I don't know if I'm type A but I definitely get anxious. Its something I'm trying to work on. 



> I know you said you were at Petsmart to try on the new shirt and I think that's fine. In general though, I try to plan my dog outings around the least common denominator. What I mean is, at a store that is for animals and welcomes animals, I would expect that people are going to assume my dogs are friendly with people and other dogs and might be what I'd consider disrespectful of our space. So, if I'm training or socializing a young puppy that's reactive or maybe gets overstimulated, that would not be a place I would use, at least not at first.


This is not at first. I've been working with Dude for a while. In fact in the class the trainer for it takes us up to other employees and has them give treats to Dude so he is used to going up to people in Petsmart and good things happen. It was just this one jerk. I had backed up into a closed check out isle was standing on the leash and was wrapping the Thundershirt around Dude when that guy did this. I know I felt trapped and I'm sure Dude picked up on that. I mean really? who follows you into an empty check out line? 



> I've seen people take an insecure dog to a pet store and it just makes it worse because they get tense or spend most of the time distracted trying to make sure no one is invading the dog's space. I'll use a pet store as a place to proof training with a dog that's friendly or neutral to other people and dogs but needs a higher level of distraction to proof some training. I don't know what your trainer is working on with you but I'm just saying from my experiences early on, I made the mistake of pushing a dog too hard. I assumed that by constantly going out in public, that would help the dog get over it and be more safe around people. In reality, it was just pushing a nervous dog over her threshold all the time and making me more tense because I was not seeing improvement. If your dog is young, be sure he's always setup for success. He should be exposed to things that might catch his attention but allow him to still engage with you and be rewarded before he's pushed over the threshold where he feels he needs to growl or react.


I live out in the middle of nowhere. Dude could live here and never have to come into contact with anyone but my family. The trainer I'm working with, The Petsmart trainer running the class, and the trainer that hosts the socialization all say he needs more exposure to people. Petsmart, Tractor Supply places like that are the only places I know where I can get him exposure to people.


----------



## Liesje (Mar 4, 2007)

shepherdmom said:


> Thank you this is the kind of feedback I was looking for.  So instead of no I should have used enough or knock it off or something like that?

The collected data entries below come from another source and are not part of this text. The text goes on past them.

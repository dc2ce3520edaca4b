import { Injectable } from '@nestjs/common';
import type { DB, JsonValue } from '@emberlot/db/database.types';
import type { LithiumDecision } from '@emberlot/shared/transport/lithium-decision';
import type { Kysely } from 'kysely';
import { Audit } from '../platform/audit/audit.js';
import type { SignedInUser } from '../platform/auth/signed-in-user.js';
import { Clock } from '../platform/clock/clock.js';
import { Transactions } from '../platform/database/transactions.js';
import { AppError, changedMeanwhile } from '../platform/errors/app-error.js';
import { LithiumContentsRepository, type LithiumContentRow } from './lithium-contents.repository.js';
import { PackingService } from './packing.service.js';
import { decideParcel, type KeptLithium } from './parcel-lithium.js';
import type { CarrierAnswerInput, LithiumInput } from './parcel.dto.js';
import { ParcelsRepository, type ParcelRow } from './parcels.repository.js';

export interface DecidedParcel {
  readonly decision: LithiumDecision;
  readonly rows: readonly LithiumContentRow[];
  readonly kept: KeptLithium;
}

/** What the lithium rules say of a parcel, and what people said so that they can. */
@Injectable()
export class ParcelLithiumService {
  constructor(
    private readonly clock: Clock,
    private readonly transactions: Transactions,
    private readonly audit: Audit,
    private readonly packing: PackingService,
    private readonly contents: LithiumContentsRepository,
    private readonly parcels: ParcelsRepository,
  ) {}

  /** Decides by today's edition; worked out afresh each time, from what lies in the parcel now. */
  async decide(handle: Kysely<DB>, parcel: ParcelRow): Promise<DecidedParcel> {
    const rows = await this.contents.ofParcel(handle, parcel.id);
    const kept = keptOf(parcel);
    const equipment = await this.contents.equipmentCount(handle, parcel.id);
    const facts = { day: this.clock.today(), weightG: parcel.weight_g, equipment, facts: kept.facts };
    return { rows, kept, decision: decideParcel(rows, facts) };
  }

  /** Keeps how a packed parcel travels and what it weighs. An earlier answer of the carrier is asked afresh. */
  async say(parcelNumber: string, input: LithiumInput, person: SignedInUser): Promise<void> {
    const { mode, wattHoursOnCase, chargePercent } = input;
    const kept: KeptLithium = { facts: { mode, wattHoursOnCase, chargePercent } };
    await this.keep(parcelNumber, input.version, kept, person, 'parcel.weighed', input.weightG);
  }

  /**
   * The owner wrote down what the carrier answered.
   *
   * @throws AppError `wrong_state` when nothing was to be asked
   */
  async acknowledge(parcelNumber: string, input: CarrierAnswerInput, person: SignedInUser): Promise<void> {
    await this.transactions.run(async (trx) => {
      const { parcel } = await this.packing.lock(trx, parcelNumber);
      const { decision, kept } = await this.decide(trx, parcel);
      if (decision.answer !== 'ask') {
        throw new AppError('wrong_state', `Nothing about ${parcel.number} is to be asked of the carrier.`);
      }
      const carrierAnswer = { note: input.note, by: person.name, at: this.clock.now().toISOString() };
      await this.write(trx, parcel, input.version, { ...kept, carrierAnswer }, undefined);
      await this.record(trx, parcel, person, 'parcel.carrier_answered', { note: input.note });
    });
  }

  private async keep(
    parcelNumber: string,
    version: number,
    kept: KeptLithium,
    person: SignedInUser,
    action: string,
    weightG: number,
  ): Promise<void> {
    await this.transactions.run(async (trx) => {
      const { parcel } = await this.packing.lock(trx, parcelNumber);
      await this.write(trx, parcel, version, kept, weightG);
      await this.record(trx, parcel, person, action, { ...kept.facts, weightG });
    });
  }

  private async write(
    trx: Parameters<ParcelsRepository['advance']>[0],
    parcel: ParcelRow,
    version: number,
    kept: KeptLithium,
    weightG: number | undefined,
  ): Promise<void> {
    if (parcel.version !== version) throw changedMeanwhile({ version: parcel.version });
    const lithium = JSON.parse(JSON.stringify(kept)) as JsonValue;
    const change = { lithium, ...(weightG === undefined ? {} : { weight_g: weightG }) };
    if (!(await this.parcels.advance(trx, parcel.id, 'packed', change))) {
      throw new AppError('wrong_state', `${parcel.number} is not packed yet, or has left.`);
    }
  }

  private async record(
    trx: Parameters<ParcelsRepository['advance']>[0],
    parcel: ParcelRow,
    actor: SignedInUser,
    action: string,
    after: object,
  ): Promise<void> {
    const subject = { subjectKind: 'shipment', subjectId: parcel.id, subjectCode: parcel.number };
    await this.audit.record(trx, { actor, action, ...subject, after });
  }
}

function keptOf(parcel: ParcelRow): KeptLithium {
  return (parcel.lithium ?? {}) as unknown as KeptLithium;
}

I usually say "heeeeey!" Not like a shout, but maybe with a slight edge of disappointment/disapproval in my tone. I don't know how to describe it exactly, but I think it's the overall attitude and not just the word/command. Most times I find it helps to just keep moving. If I say "hey, c'mon now" but my dog is still fixated on something, it doesn't really help. I might say "hey now" in kind of a stern, neutral tone and then immediate distract with a tug toy or just keep walking. I know that's harder to do when you're actually in the aisle for a reason, trying something on. To me the point of interrupting verbally and/or physically is to stop the reaction you don't want so that you can quickly achieve something you DO want, like your dog focusing on you, or walking away with you, or redirecting to a toy. My verbal interruption is not really the end-goal, just gives me a chance to break the dog's focus or stare at whatever it is he doesn't like and move on.


----------



## Liesje (Mar 4, 2007)

shepherdmom said:


> I live out in the middle of nowhere. Dude could live here and never have to come into contact with anyone but my family. The trainer I'm working with, The Petsmart trainer running the class, and the trainer that hosts the socialization all say he needs more exposure to people. Petsmart, Tractor Supply places like that are the only places I know where I can get him exposure to people.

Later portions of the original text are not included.